Sounds very helpful! Did you do this with an unlocked GS3?


----------



## androidmaniac (Oct 14, 2011)

SomeGuy23 said:


> Sounds very helpful! Did you do this with an unlocked GS3?


Nope with a locked Verizon Galaxy S3 .







I am pretty sure, all other versions of Galaxy S3 too would work.


----------



## SomeGuy23 (Oct 26, 2011)

So are you saying I can buy a locked ATT GS3 do this tutorial, and be able to use it with Tmobile?


----------



## droid3r (Dec 8, 2011)

Thanks will try this next month on Claro (dom rep)

VZW GALAXY S 3 4G LTE


----------



## androidmaniac (Oct 14, 2011)

SomeGuy23 said:


> So are you saying I can buy a locked ATT GS3 do this tutorial, and be able to use it with Tmobile?


If a CDMA GS3 phone can work in a country with a totally different mobile landscape on a GSM network (Airtel is GSM) , I see no reason why a locked ATT GS3 shouldnt work on T-Mobile but again some of these carriers are morons..... Wish you luck with that.


----------



## yarly (Jun 22, 2011)

SomeGuy23 said:


> So are you saying I can buy a locked ATT GS3 do this tutorial, and be able to use it with Tmobile?


I'm sure it's just a sim card lock, but you would just get a different sim card for tmobile anyways. Phone is not locked.


----------



## ItsMe (Oct 22, 2012)

Hi ,

I am planning to take this India for next vacation in Nov. Will it work in AP also? Did you do anything before you leave to India. I mean unlocking etc


----------



## inphoenix (Oct 26, 2011)

Has anyone tried this? Would this also work for ATT or Tmobile sim cards?


----------



## rafyvitto (Jul 26, 2011)

inphoenix said:


> Has anyone tried this? Would this also work for ATT or Tmobile sim cards?

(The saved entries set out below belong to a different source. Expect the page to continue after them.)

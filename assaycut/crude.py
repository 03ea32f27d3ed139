"""The crude model: TBP curve on both bases plus density and sulfur distributions, built from an Assay.

* Every curve in the assay is first put on the TBP basis: D86 by Daubert 1994 (or Riazi-Daubert 1986),
  D2887 by API TDB 3A3.1, D1160 by Maxwell-Bonnell to the atmospheric equivalent temperature (AET, taken as
  TBP: common practice for the back end, no source).  Vacuum curves extend the atmospheric one past its
  last point.
* Density is a monotone PCHIP of narrow-cut SG against mid-volume percent (light-ends components included),
  held flat beyond the outermost points, integrated exactly over each cut.  Without narrow-cut densities,
  SG = (1.8 T[K])^(1/3)/Kw along the curve at constant Watson K (reference sheet §5, common practice).
  Either way the distribution is scaled so that the cuts reproduce the whole-crude SG; the scale is
  reported as the density reconciliation.
* Weight percent follows: W(V) = ∫0^V SG dv / SG_crude.
* Sulfur is a monotone PCHIP of narrow-cut sulfur against mid-weight percent (light ends carry none),
  scaled to reproduce the whole-crude sulfur; the scale is reported.
"""

from __future__ import annotations

from dataclasses import dataclass, field

import numpy as np

from . import conversions
from .assay import Assay, CurveData
from .curve import DistCurve, build_curve, staircase
from .errors import CurveError
from .lightends import find_component
from .spline import Pchip, hermite_combine, hermite_integral_basis, interval_mean, pchip_slopes

D86_STD = (0, 10, 30, 50, 70, 90, 95)
"""Standard ASTM D86 points of the TBP <-> D86 correlations. [vol %]"""
SD_STD = (0, 10, 30, 50, 70, 90, 95, 100)
METHANE_NBP_C = -161.5
"""Normal boiling point of methane, the lightest hydrocarbon: no converted TBP may lie below it. [°C]"""
"""Standard ASTM D2887 points of API TDB 3A3.1. [wt %]"""


@dataclass
class CrudeModel:
    """Whole-crude model used by cutting and the studies.

    Attributes
    ----------
    curve : DistCurve
        TBP [°C] vs vol % distilled.
    sg_dist : Pchip
        SG 60/60 °F [-] against vol % distilled (reconciled).
    sulfur_dist : Pchip or None
        Sulfur [wt %] against wt % distilled (reconciled); None without narrow-cut sulfur.
    sg : float
        Whole-crude SG 60/60 °F. [-]
    sulfur_wt_pct : float or None
        Whole-crude sulfur. [wt %]
    density_reconciliation_pct : float
        Scale applied to the density distribution, (factor - 1) * 100. [%]
    sulfur_reconciliation_pct : float or None
        Scale applied to the sulfur distribution, (factor - 1) * 100. [%]
    density_source : str
        'narrow cuts' or 'constant Watson K'.
    watson_k_fit : float or None
        Watson K fitted to the whole-crude SG when density comes from constant Watson K. [-]
    methods : dict
    warnings : list of str
    """

    curve: DistCurve
    sg_dist: Pchip
    sulfur_dist: Pchip | None
    sg: float
    sulfur_wt_pct: float | None
    density_reconciliation_pct: float
    sulfur_reconciliation_pct: float | None
    density_source: str
    watson_k_fit: float | None = None
    methods: dict[str, str] = field(default_factory=dict)
    warnings: list[str] = field(default_factory=list)
    notes: list[str] = field(default_factory=list)

    def wt_at_vol(self, vol_pct):
        """Cumulative wt % distilled at cumulative ``vol_pct`` [vol %]. [wt %]"""
        v = np.asarray(vol_pct, dtype=float)
        return (self.sg_dist.antiderivative(v) - self.sg_dist.antiderivative(0.0)) / self.sg

    def vol_at_wt(self, wt_pct):
        """Cumulative vol % at cumulative ``wt_pct`` [wt %] (vectorised bisection on W(V)). [vol %]"""
        w = np.asarray(wt_pct, dtype=float)
        lo = np.zeros_like(w)
        hi = np.full_like(w, 100.0)
        for _ in range(50):
            mid = 0.5 * (lo + hi)
            below = self.wt_at_vol(mid) < w
            lo = np.where(below, mid, lo)
            hi = np.where(below, hi, mid)
        return 0.5 * (lo + hi)

    def mean_sg(self, va, vb):
        """Volume-average SG over [va, vb] vol %; the point value for an empty interval. [-]"""
        return interval_mean(self.sg_dist, va, vb)

    def mean_sulfur(self, wa, wb):
        """Weight-average sulfur over [wa, wb] wt %; NaN without a sulfur distribution. [wt %]"""
        if self.sulfur_dist is None:
            return np.full(np.broadcast(np.asarray(wa), np.asarray(wb)).shape, np.nan)
        return interval_mean(self.sulfur_dist, wa, wb)


def _std_points(curve: CurveData, std) -> dict[float, float]:
    """The curve's temperatures at the standard percents it covers (PCHIP through its points)."""
    p, t = curve.percent, curve.temp_c
    keep = np.concatenate([[True], np.diff(p) > 0])
    p, t = p[keep], t[keep]
    if p.size < 2:
        raise CurveError(f"{curve.where}: a {curve.method} curve needs at least 2 points")
    sp = Pchip(p, t)
    return {s: float(sp(s)) for s in std if p[0] - 1e-9 <= s <= p[-1] + 1e-9}


def to_tbp(curve: CurveData, method: str = "daubert-1994") -> tuple[np.ndarray, np.ndarray, list[str], str]:
    """Put one measured curve on the TBP (or AET) basis.

    Parameters
    ----------
    curve : CurveData
    method : str
        TBP <-> D86 method name, 'daubert-1994' or 'riazi-daubert-1986'.

    Returns
    -------
    (percent [%], temperature [°C], warnings, description of the method used)
    """
    warnings: list[str] = []
    if curve.method == "TBP":
        return curve.percent.copy(), curve.temp_c.copy(), warnings, "TBP as measured"
    if curve.method == "D1160":
        aet = conversions.maxwell_bonnell(curve.temp_c, curve.pressure_mmhg)
        return curve.percent.copy(), np.asarray(aet, float), warnings, (
            f"D1160 at {curve.pressure_mmhg:g} mmHg to AET by Maxwell-Bonnell (API TDB 5A1.19), AET taken as TBP")
    if curve.method == "D86":
        pts = _std_points(curve, D86_STD)
        out, used, w = conversions.convert(pts, "D86", "TBP", method=method)
        desc = f"D86 to TBP by {used}"
    elif curve.method == "D2887":
        pts = _std_points(curve, SD_STD)
        out, used, w = conversions.convert(pts, "D2887", "TBP")
        desc = "D2887 to TBP by API TDB 3A3.1"
    else:
        raise CurveError(f"{curve.where}: unknown distillation method {curve.method!r}")
    warnings += [f"{curve.where}: {m}" for m in w]
    low = min(out.values())
    if low < METHANE_NBP_C:
        raise CurveError(f"{curve.where}: the {desc} conversion gives {low:.0f} °C, below the boiling point of "
                         f"methane: the correlation does not apply to this curve (it is meant for petroleum "
                         f"fractions, whose segments are narrow). For a whole-crude simulated distillation, give "
                         f"the curve as method TBP on the wt basis (common practice)")
    ks = sorted(out)
    src = dict(pts)
    for lo, hi in zip(ks, ks[1:]):
        d_in, d_out = src[hi] - src[lo], out[hi] - out[lo]
        if d_in > 0 and not 0.5 <= d_out / d_in <= 2.0:
            warnings.append(f"{curve.where}: {desc} changes the {lo:g}-{hi:g} % segment from {d_in:.0f} to "
                            f"{d_out:.0f} °C; the curve is probably outside the correlation's range")
    if len(out) < 2:
        raise CurveError(f"{curve.where}: the {curve.method} curve covers too few standard points "
                         f"({', '.join(f'{k:g} %' for k in pts)}) to convert to TBP")
    ks = sorted(out)
    return np.array(ks, float), np.array([out[k] for k in ks]), warnings, desc


def _kw_of_crude(t50_c: float, sg: float) -> float:
    """Rough crude Watson K from its 50 % TBP point, for basis conversion only. [-]"""
    return float(np.cbrt(1.8 * (t50_c + 273.15)) / sg)


def _wt_to_vol(pct_w, temp_c, assay: Assay) -> np.ndarray:
    """Convert cumulative wt % points to vol %: dV = dW * SG_crude / SG(interval).

    SG of each interval is the narrow-cut SG covering its mid temperature, else constant Watson K from the
    crude's own 50 % point.  An approximation used only for weight-basis input curves.
    """
    t_mid = np.concatenate([[temp_c[0]], 0.5 * (temp_c[1:] + temp_c[:-1])])
    kw = _kw_of_crude(float(np.interp(50.0, pct_w, temp_c)), assay.sg)
    sg = np.cbrt(1.8 * (t_mid + 273.15)) / kw
    nc = assay.narrow_cuts
    if nc is not None:
        for s, e, g in zip(nc.start_c, nc.end_c, nc.sg):
            if np.isfinite(g):
                lo = -np.inf if np.isnan(s) else s
                hi = np.inf if np.isnan(e) else e
                sg = np.where((t_mid > lo) & (t_mid <= hi), g, sg)
    dw = np.diff(np.concatenate([[0.0], pct_w]))
    return np.cumsum(dw * assay.sg / sg)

The verizon sgs3 will work on att but on 2g only, on tmobile it should get 3g.


----------



## inphoenix (Oct 26, 2011)

rafyvitto said:


> The verizon sgs3 will work on att but on 2g only, on tmobile it should get 3g.

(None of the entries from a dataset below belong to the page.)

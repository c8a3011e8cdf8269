"""Export files one at a time: which format and columns a file has, reading a CSV file's
columns with the line of each row, and the time range of a Parquet file."""

from __future__ import annotations

import codecs
import csv
import gzip
import io
import stat
from dataclasses import dataclass
from pathlib import Path

import numpy as np
import pandas as pd
import pyarrow as pa
import pyarrow.compute as pc
import pyarrow.parquet as pq

from screening.inputs.config import ExportSource
from screening.inputs.tagdata import ExportError


@dataclass(frozen=True)
class FileInfo:
    """An export file found by the index: its format, layout and the tags it holds."""

    path: Path
    source: ExportSource
    fmt: str
    tags: frozenset[str]
    timestamp_typed: bool = False  # Parquet time column of a timestamp type (filterable)
    time_range: tuple[int, int] | None = None  # [ns] from the Parquet statistics
    time_unit: str = "ns"  # unit of a typed Parquet time column (s, ms, us, ns)
    time_zone: str | None = None  # its time zone as stored


def not_regular(path: Path) -> str | None:
    """Why ``path`` is not read when it is not a regular file (a named pipe, a device, a
    socket or a folder: reading a pipe or a device could wait forever), else None."""
    try:
        mode = path.stat().st_mode
    except OSError as exc:
        return f"{path}: cannot be read ({exc.strerror or exc})"
    if stat.S_ISREG(mode):
        return None
    kinds = (
        (stat.S_ISDIR, "a folder"), (stat.S_ISFIFO, "a named pipe"),
        (stat.S_ISCHR, "a character device"), (stat.S_ISBLK, "a block device"),
        (stat.S_ISSOCK, "a socket"),
    )  # fmt: skip
    kind = next((word for test, word in kinds if test(mode)), "not a regular file")
    return f"{path}: {kind}, not a regular file; not read"


def long_columns(source: ExportSource) -> list[str]:
    """The columns of a long-layout file that are read: tag, time, value and the optional
    quality."""
    cols = [source.tag_column, source.time_column, source.value_column]
    return cols + [source.quality_column] if source.quality_column else cols


def format_of(path: Path, source: ExportSource) -> str:
    if source.format:
        return source.format
    name = path.name.lower()
    if name.endswith(".parquet") or name.endswith(".pq"):
        return "parquet"
    if name.endswith(".csv") or name.endswith(".csv.gz") or name.endswith(".txt"):
        return "csv"
    raise ExportError(f"{path}: cannot tell the format from the name; set 'format' in [[exports]]")


#: Longest line of a CSV export that is read [bytes]. A longer line (a real export line is far
#: shorter: a wide row of 2000 tags is about 30 kB) is bad data, counted, and never held in
#: memory whole.
MAX_LINE = 1 << 20

#: Bytes read at a time while a CSV file's lines are counted (memory stays bounded by this,
#: not by the file).
_BLOCK = 1 << 21

_GZIP_MAGIC = b"\x1f\x8b"
_UTF16_BOMS = {b"\xff\xfe": "UTF-16 (little-endian)", b"\xfe\xff": "UTF-16 (big-endian)"}


def open_binary(path: Path):
    """The file's bytes as a stream, uncompressed when its name ends in .gz."""
    return gzip.open(path, "rb") if path.name.lower().endswith(".gz") else open(path, "rb")


def size_limit(source: ExportSource) -> int:
    """The largest CSV file read for ``source`` [bytes, uncompressed]."""
    return int(source.max_csv_mb * 1e6)


def _what_it_is(path: Path, source: ExportSource) -> str | None:
    """A message when the file's first bytes say it is not text in ``source.encoding``:
    UTF-16 with a byte-order mark, or gzip data in a file whose name does not end in .gz."""
    try:
        with open(path, "rb") as fh:
            head = fh.read(4)
    except OSError:
        return None
    enc = source.encoding.lower().replace("-", "").replace("_", "")
    if head[:2] in _UTF16_BOMS and not enc.startswith("utf16"):
        return (
            f"{path}: {_UTF16_BOMS[head[:2]]} text (it begins with the byte-order mark "
            f'{head[0]:02X} {head[1]:02X}); save it as UTF-8, or set encoding = "utf-16" in '
            "its [[exports]] block"
        )
    if head[:2] == _GZIP_MAGIC and not path.name.lower().endswith(".gz"):
        return (
            f"{path}: gzip-compressed data in a file whose name does not end in .gz; rename it "
            f"{path.name}.gz (or uncompress it)"
        )
    return None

Thanks I will try it today.

Sent from my SCH-I535 using Tapatalk 2


----------



## inphoenix (Oct 26, 2011)

I tried it with my TMO sim (had to cut it up). Do delete APN it needs root and I have not rooted the phone yet.

I tried making a call and it said there is not enough balance (because there wasn't  ) so it seems it should work. Will update when I root the phone and try it again.


----------



## zagg324 (Nov 5, 2012)

Sorry, Im a bit confused. I have a Verizon Galaxy s3. If I follow these instructions and get a UK sim (I don't know what carrier yet, anyone know what would work?) and put it in my phone, will i get 3g/data or just 2g (calls and texts)?

Edit:
Would it work to use a Three prepaid sim with this method? http://store.three.co.uk/SIM_Only/Voice_Pay_Monthly


----------